===== INFORMATION PROVIDED
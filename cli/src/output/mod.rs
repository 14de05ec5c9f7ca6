//! Results as terminal tables, JSON, CSV, VTK files and the spectrum picture.

pub mod csv;
pub mod folder;
pub mod json;
pub mod response_doc;
pub mod response_svg;
pub mod review;
pub mod spectrum;
pub mod summary;
pub mod svg;
pub mod table;
pub mod touchstone;
pub mod vtk_heating;
pub mod vtk_modes;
==========
TO DO:
Could you retype every record above exactly as it appears?

SOLUTION TO THIS TASK:
filename cli/src/output/mod.rs
repository 14de05ec5c9f7ca6
//! Results as terminal tables, JSON, CSV, VTK files and the spectrum picture.

pub mod csv;
pub mod folder;
pub mod json;
pub mod response_doc;
pub mod response_svg;
pub mod review;
pub mod spectrum;
pub mod summary;
pub mod svg;
pub mod table;
pub mod touchstone;
pub mod vtk_heating;
pub mod vtk_modes;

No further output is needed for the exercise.